## DIRECTIONS FOR THIS TASK
For the entries that follow, state how many lines include the word "drawn", giving the number and nothing else.

##### INFORMATION PROVIDED #####

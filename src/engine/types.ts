/**
 * What an engine gives back: the reduction of a log under a plan. Constant size: nothing here grows with rows or units,
 * except the rejected rows, which go to a file.
 */

import type { SoundnessFacts } from "./soundnessTypes.ts";

/** Counts per variant, in plan order. */
export type ByVariant = readonly number[];

export interface Reduction {
  readonly engine: { readonly name: string; readonly version: string };
  readonly inputs: readonly InputFile[];
  /** Files named by `listed-in`, with the number of ids read. */
  readonly lists: readonly InputFile[];
  readonly rowsRead: number;
  /** Every ledger line of DESIGN 7, in order, also with 0; the rows add up to rowsRead. */
  readonly rowLines: readonly { readonly id: string; readonly rows: number }[];
  readonly unitsSeen: number;
  /** The units add up to unitsSeen. byVariant is null for not-enrolled and unknown-variant. */
  readonly unitLines: readonly { readonly id: string; readonly units: number; readonly byVariant: ByVariant | null }[];
  readonly facts: Facts;
  /** One a metric, in plan order. */
  readonly metrics: readonly MetricCells[];
  /** The same over other groups of the analysed units than buckets; one a metric, in plan order. */
  readonly groups: readonly MetricGroups[];
  /** The account of each metric's rows, in plan order. */
  readonly metricLedgers: readonly MetricLedger[];
  /** Rejected rows by reason, most frequent first. */
  readonly rejectReasons: readonly { readonly reason: string; readonly rows: number }[];
}

/**
 * The lines of the row ledger, all of them, for the rows that a metric's `of` (of a ratio the numerator) matches by event and
 * where. The last one is what the metric counted. A rejected row is on its line as far as its event and columns could be
 * read; a record that was not cut into cells is in no metric's account.
 */
export interface MetricLedger {
  readonly metric: string;
  readonly lines: readonly {
    readonly id: string;
    readonly rows: number;
    /** Exact sum of the column that the metric takes, in 10^-9, over rows that hold a number; null where it takes none. */
    readonly sum: bigint | null;
  }[];
}

export interface InputFile {
  /** Path relative to the plan's folder, with forward slashes. */
  readonly name: string;
  readonly bytes: number;
  readonly sha256: string;
  readonly rows: number;
}

/** What the soundness checks look at, beyond the ledger. */
export interface Facts {
  /** Enrolled units (past the line unknown-variant) by first variant, switched ones included. */
  readonly enrolled: ByVariant;
  /** Of the enrolled, units with a rejected row, with a duplicate row, and that switched. */
  readonly withRejected: ByVariant;
  readonly withDuplicate: ByVariant;
  readonly switched: ByVariant;
  /** Event ids of which copies differ in a column that the plan names, and of which copies differ in the unit. */
  readonly duplicateIds: number;
  readonly copiesThatDiffer: number;
  readonly copiesOfOtherUnits: number;
  /** Whether some entry of the log has an event-id. */
  readonly hasEventId: boolean;
  /** Values that rows name, commonest first, at most 200 each; null columns are not values. */
  readonly events: readonly ValueCount[];
  readonly variants: readonly ValueCount[];
  /** Plan variants and events that no row has, whatever the length of the lists above. */
  readonly missingEvents: readonly string[];
  readonly missingVariants: readonly string[];
  /** First and last enrolment of a counted unit, and the end of the log (DESIGN 4, rule 7); null without time. */
  readonly firstEnrolledUs: bigint | null;
  readonly lastEnrolledUs: bigint | null;
  readonly logEndUs: bigint | null;
  /** Analysed units by the local day of their enrolment (days since 1970-01-01), days without one left out; [] without time. */
  readonly analysedByDay: readonly { readonly day: number; readonly units: ByVariant }[];
  /** One a subgroup column of the plan, in plan order. */
  readonly subgroups: readonly SubgroupColumn[];
  readonly soundness: SoundnessFacts;
  /** Analysed units that enrolled in each incident of the plan, in its order. */
  readonly inIncidents: readonly ByVariant[];
  /** First and last enrolment of a unit that is counted, or will be once it is followed to the end; null without time. */
  readonly firstKeptUs: bigint | null;
  readonly lastKeptUs: bigint | null;
  /** The same of those that were asked afterwards: no check looks at them. */
  readonly subgroupsAfterwards: readonly SubgroupColumn[];
}

/** The levels of a subgroup column, by a unit's value on its enrolling row; a level's place here is its code in cells. */
export interface SubgroupColumn {
  readonly column: string;
  /** The 12 largest by enrolled units, ties by text; then the rest as one; then the units whose value is missing. */
  readonly levels: readonly { readonly level: Level; readonly enrolled: ByVariant }[];
}
/** A kind and not a text: a log may well have a value "other". */
export type Level =
  | { readonly kind: "value"; readonly text: string }
  | { readonly kind: "rest"; readonly levels: number }
  | { readonly kind: "missing" };
export interface ValueCount {
  readonly value: string;
  readonly rows: number;
}

/** One metric's cells over the analysed units. */
export interface MetricCells {
  readonly metric: string;
  /** Per variant: analysed units without a value (only where a unit without rows is left out). */
  readonly leftOut: ByVariant;
  /** Per variant: units whose value is not 0. */
  readonly notZero: ByVariant;
  /** Counted rows (in follow-up, of analysed units) that hold no number; they add nothing. */
  readonly countedRows: number;
  readonly countedWithoutNumber: number;
  /** The cap's value as an exact decimal, and the units it changed per variant. */
  readonly cap: { readonly value: string; readonly units: ByVariant } | null;
  /** The numerator, or the metric's only part, after the cap. */
  readonly of: CellTable;
  readonly ratio: { readonly per: CellTable; readonly score: ScoreTable; readonly joint: JointTable } | null;
  /** x of the adjusted contrast, over the units that have one and a value; joint sums of (value, x) over the same. */
  readonly covariate: { readonly x: CellTable; readonly joint: JointTable } | null;
  /** Units by the size of their value, after the cap, of a ratio the numerator's; null for a share, which has two values. */
  readonly sizes: SizeTable | null;
  /** The same metric under other reasonable choices (METHODS 6), as far as they differ from the plan's. */
  readonly choices: readonly ChoiceCells[];
  /**
   * Per variant the unit with the smallest and the one with the largest value, of a ratio the smallest and the largest
   * score, of several the one with the smallest pair; x is its ratio's denominator or its covariate.
   */
  readonly ends: readonly (UnitEnds | null)[];
  /** Only of cells that were kept without their buckets: what the buckets had said, one a pair of arms. */
  readonly kept?: readonly KeptBuckets[] | undefined;
}

/** What is known of two arms whose buckets are gone. */
export interface KeptBuckets {
  readonly control: number;
  readonly variant: number;
  readonly isAdjusted: boolean;
  /** How far the arms look like one distribution, 1 to 0. */
  readonly alike: number;
  /** What was drawn from the buckets, as stats has it, for which critical value; null where nothing was asked for. */
  readonly drawn: { readonly critical: number; readonly found: unknown } | null;
}

/** One metric's cells by what divides the analysed units. Quantiles have none. */
export interface MetricGroups {
  readonly metric: string;
  /** By the local day of enrolment, as days since 1970-01-01; null without time. */
  readonly byDay: GroupCells | null;
  /** One a subgroup column, those asked afterwards last; the group is the place of the level in `Facts`. */
  readonly byLevel: readonly GroupCells[];
  /** By day since enrolment; null where a metric cannot be told day by day. */
  readonly sinceEnrolment: SinceEnrolment | null;
}

/**
 * A metric by day since enrolment, days of 24 hours, over the analysed units that were followed to the end, of each every
 * day. A unit's day is the number or the sum of the day's rows, of a proportion and of `days` whether there was one; under
 * a cap what the day adds to the unit's capped value. All are measured against 0.
 */
export interface SinceEnrolment {
  /** Whole days of follow-up; the group is 0 to days - 1. */
  readonly days: number;
  readonly groups: GroupCells;
  /** Sums of each unit's sum over d of (2 d - (days - 1)) y_d, in one group; null for a ratio. */
  readonly slope: CellTable | null;
  /**
   * Of a ratio the same of its scores (a - R b) / mean(b), R and mean(b) of the unit's arm on that day; an arm without a
   * ratio on some day has none.
   */
  readonly scores: ScoreTable | null;
}

/** Cells whose `bucket` is the group; joint sums of a ratio's two parts, or of a value and its covariate. */
export interface GroupCells {
  readonly of: CellTable;
  readonly joint: JointTable | null;
}

export type OtherCells =
  | "no-cap"
  | "cap-0.99"
  | "cap-0.999"
  | "other-way-in-two-variants"
  | "any-follow-up"
  | "without-first-day"
  | `without-incident:${string}`;

/**
 * A metric under one other choice, one row an arm; log(1 + x) are doubles without an exact total. Smallest and largest are
 * bounds: the unit that held one may be among those left out.
 */
export type ChoiceCells =
  | { readonly choice: OtherCells; readonly of: CellTable; readonly joint: JointTable | null }
  | { readonly choice: "log"; readonly logged: ScoreTable };

/**
 * Units per variant, sign and size of a value: columns of equal length, a row where there is a unit. Exact counts, and
 * as many rows as the values have sizes, whatever the number of units.
 */
export interface SizeTable {
  readonly variant: readonly number[];
  /** -1, 0, 1. */
  readonly sign: readonly number[];
  /** 4 k + j with 2^k (1 + j / 4) <= |x| < 2^k (1 + (j + 1) / 4), j in 0..3, of the double nearest to x; null for 0. */
  readonly quarter: readonly (number | null)[];
  readonly units: readonly number[];
}

/** In 10^-9 of the unit of each; x is null where there is none. */
export interface UnitEnds {
  readonly smallest: { readonly value: bigint; readonly x: bigint | null };
  readonly largest: { readonly value: bigint; readonly x: bigint | null };
}

/**
 * Joint power sums of two values (y, x) per variant and bucket, over the units that have both: S_jk is the sum of u^j w^k,
 * u = (y - pivot) / scale of y, w likewise of x, in two integers as above.
 */
export interface JointTable {
  readonly pivots: readonly [string, string];
  readonly scales: readonly [number, number];
  readonly variant: readonly number[];
  readonly bucket: readonly number[];
  readonly n: readonly number[];
  readonly high10: readonly bigint[];
  readonly high01: readonly bigint[];
  readonly high20: readonly bigint[];
  readonly high11: readonly bigint[];
  readonly high02: readonly bigint[];
  readonly low10: readonly bigint[];
  readonly low01: readonly bigint[];
  readonly low20: readonly bigint[];
  readonly low11: readonly bigint[];
  readonly low02: readonly bigint[];
  /** Exact sums of y and of x over these units, in 10^-9. */
  readonly totalY: readonly bigint[];
  readonly totalX: readonly bigint[];
}

/**
 * Cells of one metric part per variant and bucket: columns of equal length. u = (x - pivot) / scale;
 * S_k = (sum of high_k) 2^-60 + (sum of low_k) 2^-120, k = 1..4 (DESIGN 5).
 */
export interface CellTable {
  /** Exact decimal text with up to 9 places. */
  readonly pivot: string;
  /** A power of two. */
  readonly scale: number;
  readonly variant: readonly number[];
  readonly bucket: readonly number[];
  readonly n: readonly number[];
  readonly high1: readonly bigint[];
  readonly high2: readonly bigint[];
  readonly high3: readonly bigint[];
  readonly high4: readonly bigint[];
  readonly low1: readonly bigint[];
  readonly low2: readonly bigint[];
  readonly low3: readonly bigint[];
  readonly low4: readonly bigint[];
  /** Exact sum of x, in 10^-9 of the metric's unit. */
  readonly total: readonly bigint[];
  /** Smallest and largest x, in 10^-9 of the metric's unit. */
  readonly smallest: readonly bigint[];
  readonly largest: readonly bigint[];
}

/**
 * Cells of a ratio's score d = (a - R b) / mean(b), R and mean(b) of the unit's own arm. No pivot: the arm's mean of d
 * is 0 by construction; the score that readers see is d + R.
 */
export interface ScoreTable {
  readonly scale: number;
  readonly variant: readonly number[];
  readonly bucket: readonly number[];
  readonly n: readonly number[];
  readonly high1: readonly bigint[];
  readonly high2: readonly bigint[];
  readonly high3: readonly bigint[];
  readonly high4: readonly bigint[];
  readonly low1: readonly bigint[];
  readonly low2: readonly bigint[];
  readonly low3: readonly bigint[];
  readonly low4: readonly bigint[];
  /** Smallest and largest d, in the metric's unit. */
  readonly smallest: readonly number[];
  readonly largest: readonly number[];
}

#####

## RESULT OF THE EXERCISE
2